• _Your instructions_:
Reproduce all records below exactly.

Stored data:
==============================

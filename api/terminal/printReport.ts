import type { Check, Report, State } from '../../core/check/report.ts';
import { limitText } from '../../core/sheet/fitLimit.ts';
import { type Numbers, numbersOf } from '../../core/sheet/numbers.ts';
import { sheetWords as say } from '../../core/sheet/sheetWords.ts';
import { titleOf } from '../../core/sheet/verdictSentence.ts';
import { shortOf, type Words } from '../../core/words/words.ts';
import { wordsFor } from '../../core/words/wordsFor.ts';
import { type Column, type Row, setColumns } from './columns.ts';
import { printWorking } from './printWorking.ts';
import { verdictLine } from './verdictLine.ts';
import { hanging, harmless } from './wrap.ts';

/** State, title, demand / resistance, unit, ratio, fails at, clause, basis. */
const columns: readonly Column[] = [
  { align: 'left', gap: 0 },
  { align: 'left', gap: 1, share: 2 },
  { align: 'right', gap: 2 },
  { align: 'left', gap: 1 },
  { align: 'right', gap: 2 },
  { align: 'right', gap: 2 },
  { align: 'left', gap: 2, share: 1 },
  { align: 'left', gap: 2 },
];

const stateWords: Readonly<Record<State, string>> = { ...say.verdict, information: '', notApplicable: '' };

const isFit = ({ id }: Check): boolean => id.startsWith('fit-');

interface Context {
  readonly report: Report;
  readonly numbers: Numbers;
  readonly words: Words;
}

/** Demand / resistance, or for a rule of fit what is given / what it must be. */
const sizesOf = (check: Check, numbers: Numbers): string => {
  const resistance = numbers.amount(check.resistance, check.unit);
  return isFit(check)
    ? `${resistance} / ${limitText(numbers, check)}`
    : `${numbers.amount(check.demand, check.unit)} / ${resistance}`;
};

const rowOf = ({ report, numbers, words }: Context, check: Check): Row => {
  const { id, state, unit, clause, basis, utilisation, reactionAtFailure, verified, reasonText } = check;
  const lead = id === report.governing ? say.table.governs : '';
  const title = titleOf({ ...check, title: shortOf(words, check) });
  const told = (state === 'fails' || state === 'refer') && reasonText;
  return {
    cells: [
      stateWords[state],
      `${lead}${title}${verified === 'none' ? ' *' : ''}`,
      sizesOf(check, numbers),
      unit,
      numbers.ratio(utilisation),
      reactionAtFailure === undefined ? '' : numbers.failsAt(reactionAtFailure),
      clause,
      basis,
    ],
    ...(told && { under: told }),
  };
};

const head = (title: string, sizes: string, failsAt: string): Row => ({
  cells: ['', title, sizes, '', say.table.ratio, failsAt, say.table.clause, say.table.basis],
});

/** Ladder, footing and information, in the same columns. */
const tables = (context: Context): string[][] => {
  const told = context.report.checks.filter(({ state }) => state !== 'notApplicable');
  const rows = (of: (check: Check) => boolean): Row[] => told.filter(of).map((one) => rowOf(context, one));
  const failsAt = `fails at\n${context.numbers.force}`;
  const demand = `${say.table.demand} /\n${say.table.resistance}`;
  const given = `${say.table.given} /\n${say.table.limit}`;
  const informs = rows(({ state }) => state === 'information');
  return setColumns(columns, [
    [head(say.table.check, demand, failsAt), ...rows((one) => !isFit(one) && one.state !== 'information')],
    [head('Footing', given, ''), ...rows(isFit)],
    informs.length > 0 ? [head('For information', demand, failsAt), ...informs] : [],
  ]);
};

const notApplicable = ({ checks }: Report): string[] => {
  const absent = checks.filter(({ state }) => state === 'notApplicable');
  if (absent.length === 0) return [];
  const each = absent.map((one) => titleOf(one) + (one.reasonText ? ` (${one.reasonText})` : ''));
  return hanging(say.notApplicable, `${each.join('; ')}.`);
};

const sources = ({ report, words }: Context): string[] => {
  const met = [...new Set(report.checks.map(({ basis }) => basis))].filter((one) => one !== '');
  const options = Object.entries(report.options).map(([key, value]) => `${key} ${value}`);
  const unverified = report.checks.some(({ verified, state }) => verified === 'none' && state !== 'notApplicable');
  return [
    ...hanging(say.basis, `${met.map((one) => `${one} – ${words.bases[one] ?? one}`).join('; ')}.`),
    ...(unverified ? [say.unverified] : []),
    ...(options.length > 0 ? hanging(say.options, `${options.join('; ')}.`) : []),
  ];
};

const limits = ({ report, words }: Context): string[] => [
  say.limits.trim(),
  ...[...report.assumptions, ...report.notes].flatMap(({ text }) => hanging('  ', harmless(text))),
  ...words.cautions.flatMap((text) => hanging('  ', text)),
];

const heading = ({ report, numbers }: Context): string[] => {
  const { mark, standard, level } = report;
  const load = `${level} reaction ${numbers.load(report.reaction)} ${numbers.force}`;
  const parts = [harmless(mark), `${standard.title}:${standard.edition}`, load];
  return [...hanging('', parts.filter(Boolean).join(', ')), ...hanging(...verdictLine(report, numbers))];
};

/** The report for a person: 100 columns, weakest first; the working of every check after it where the report carries it. */
export const printReport = (report: Report): string => {
  const words = wordsFor(report.words);
  const context: Context = { report, numbers: numbersOf(report.units, '.'), words };
  const blocks = [
    heading(context),
    ...tables(context),
    notApplicable(report),
    ...report.checks.map((one) => printWorking(one, titleOf(one))),
    sources(context),
    limits(context),
    [`${say.programName} ${report.version}. ${say.fingerprint}: ${report.fingerprint}`],
  ];
  const text = blocks.filter(({ length }) => length > 0).map((lines) => lines.join('\n'));
  return `${text.join('\n\n')}\n`;
};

==============================

• _Response to this exercise_:
filename api/terminal/printReport.ts
import type { Check, Report, State } from '../../core/check/report.ts';
import { limitText } from '../../core/sheet/fitLimit.ts';
import { type Numbers, numbersOf } from '../../core/sheet/numbers.ts';
import { sheetWords as say } from '../../core/sheet/sheetWords.ts';
import { titleOf } from '../../core/sheet/verdictSentence.ts';
import { shortOf, type Words } from '../../core/words/words.ts';
import { wordsFor } from '../../core/words/wordsFor.ts';
import { type Column, type Row, setColumns } from './columns.ts';
import { printWorking } from './printWorking.ts';
import { verdictLine } from './verdictLine.ts';
import { hanging, harmless } from './wrap.ts';

/** State, title, demand / resistance, unit, ratio, fails at, clause, basis. */
const columns: readonly Column[] = [
  { align: 'left', gap: 0 },
  { align: 'left', gap: 1, share: 2 },
  { align: 'right', gap: 2 },
  { align: 'left', gap: 1 },
  { align: 'right', gap: 2 },
  { align: 'right', gap: 2 },
  { align: 'left', gap: 2, share: 1 },
  { align: 'left', gap: 2 },
];

const stateWords: Readonly<Record<State, string>> = { ...say.verdict, information: '', notApplicable: '' };

const isFit = ({ id }: Check): boolean => id.startsWith('fit-');

interface Context {
  readonly report: Report;
  readonly numbers: Numbers;
  readonly words: Words;
}

/** Demand / resistance, or for a rule of fit what is given / what it must be. */
const sizesOf = (check: Check, numbers: Numbers): string => {
  const resistance = numbers.amount(check.resistance, check.unit);
  return isFit(check)
    ? `${resistance} / ${limitText(numbers, check)}`
    : `${numbers.amount(check.demand, check.unit)} / ${resistance}`;
};

const rowOf = ({ report, numbers, words }: Context, check: Check): Row => {
  const { id, state, unit, clause, basis, utilisation, reactionAtFailure, verified, reasonText } = check;
  const lead = id === report.governing ? say.table.governs : '';
  const title = titleOf({ ...check, title: shortOf(words, check) });
  const told = (state === 'fails' || state === 'refer') && reasonText;
  return {
    cells: [
      stateWords[state],
      `${lead}${title}${verified === 'none' ? ' *' : ''}`,
      sizesOf(check, numbers),
      unit,
      numbers.ratio(utilisation),
      reactionAtFailure === undefined ? '' : numbers.failsAt(reactionAtFailure),
      clause,
      basis,
    ],
    ...(told && { under: told }),
  };
};

const head = (title: string, sizes: string, failsAt: string): Row => ({
  cells: ['', title, sizes, '', say.table.ratio, failsAt, say.table.clause, say.table.basis],
});

/** Ladder, footing and information, in the same columns. */
const tables = (context: Context): string[][] => {
  const told = context.report.checks.filter(({ state }) => state !== 'notApplicable');
  const rows = (of: (check: Check) => boolean): Row[] => told.filter(of).map((one) => rowOf(context, one));
  const failsAt = `fails at\n${context.numbers.force}`;
  const demand = `${say.table.demand} /\n${say.table.resistance}`;
  const given = `${say.table.given} /\n${say.table.limit}`;
  const informs = rows(({ state }) => state === 'information');
  return setColumns(columns, [
    [head(say.table.check, demand, failsAt), ...rows((one) => !isFit(one) && one.state !== 'information')],
    [head('Footing', given, ''), ...rows(isFit)],
    informs.length > 0 ? [head('For information', demand, failsAt), ...informs] : [],
  ]);
};

const notApplicable = ({ checks }: Report): string[] => {
  const absent = checks.filter(({ state }) => state === 'notApplicable');
  if (absent.length === 0) return [];
  const each = absent.map((one) => titleOf(one) + (one.reasonText ? ` (${one.reasonText})` : ''));
  return hanging(say.notApplicable, `${each.join('; ')}.`);
};

const sources = ({ report, words }: Context): string[] => {
  const met = [...new Set(report.checks.map(({ basis }) => basis))].filter((one) => one !== '');
  const options = Object.entries(report.options).map(([key, value]) => `${key} ${value}`);
  const unverified = report.checks.some(({ verified, state }) => verified === 'none' && state !== 'notApplicable');
  return [
    ...hanging(say.basis, `${met.map((one) => `${one} – ${words.bases[one] ?? one}`).join('; ')}.`),
    ...(unverified ? [say.unverified] : []),
    ...(options.length > 0 ? hanging(say.options, `${options.join('; ')}.`) : []),
  ];
};

const limits = ({ report, words }: Context): string[] => [
  say.limits.trim(),
  ...[...report.assumptions, ...report.notes].flatMap(({ text }) => hanging('  ', harmless(text))),
  ...words.cautions.flatMap((text) => hanging('  ', text)),
];

const heading = ({ report, numbers }: Context): string[] => {
  const { mark, standard, level } = report;
  const load = `${level} reaction ${numbers.load(report.reaction)} ${numbers.force}`;
  const parts = [harmless(mark), `${standard.title}:${standard.edition}`, load];
  return [...hanging('', parts.filter(Boolean).join(', ')), ...hanging(...verdictLine(report, numbers))];
};

/** The report for a person: 100 columns, weakest first; the working of every check after it where the report carries it. */
export const printReport = (report: Report): string => {
  const words = wordsFor(report.words);
  const context: Context = { report, numbers: numbersOf(report.units, '.'), words };
  const blocks = [
    heading(context),
    ...tables(context),
    notApplicable(report),
    ...report.checks.map((one) => printWorking(one, titleOf(one))),
    sources(context),
    limits(context),
    [`${say.programName} ${report.version}. ${say.fingerprint}: ${report.fingerprint}`],
  ];
  const text = blocks.filter(({ length }) => length > 0).map((lines) => lines.join('\n'));
  return `${text.join('\n\n')}\n`;
};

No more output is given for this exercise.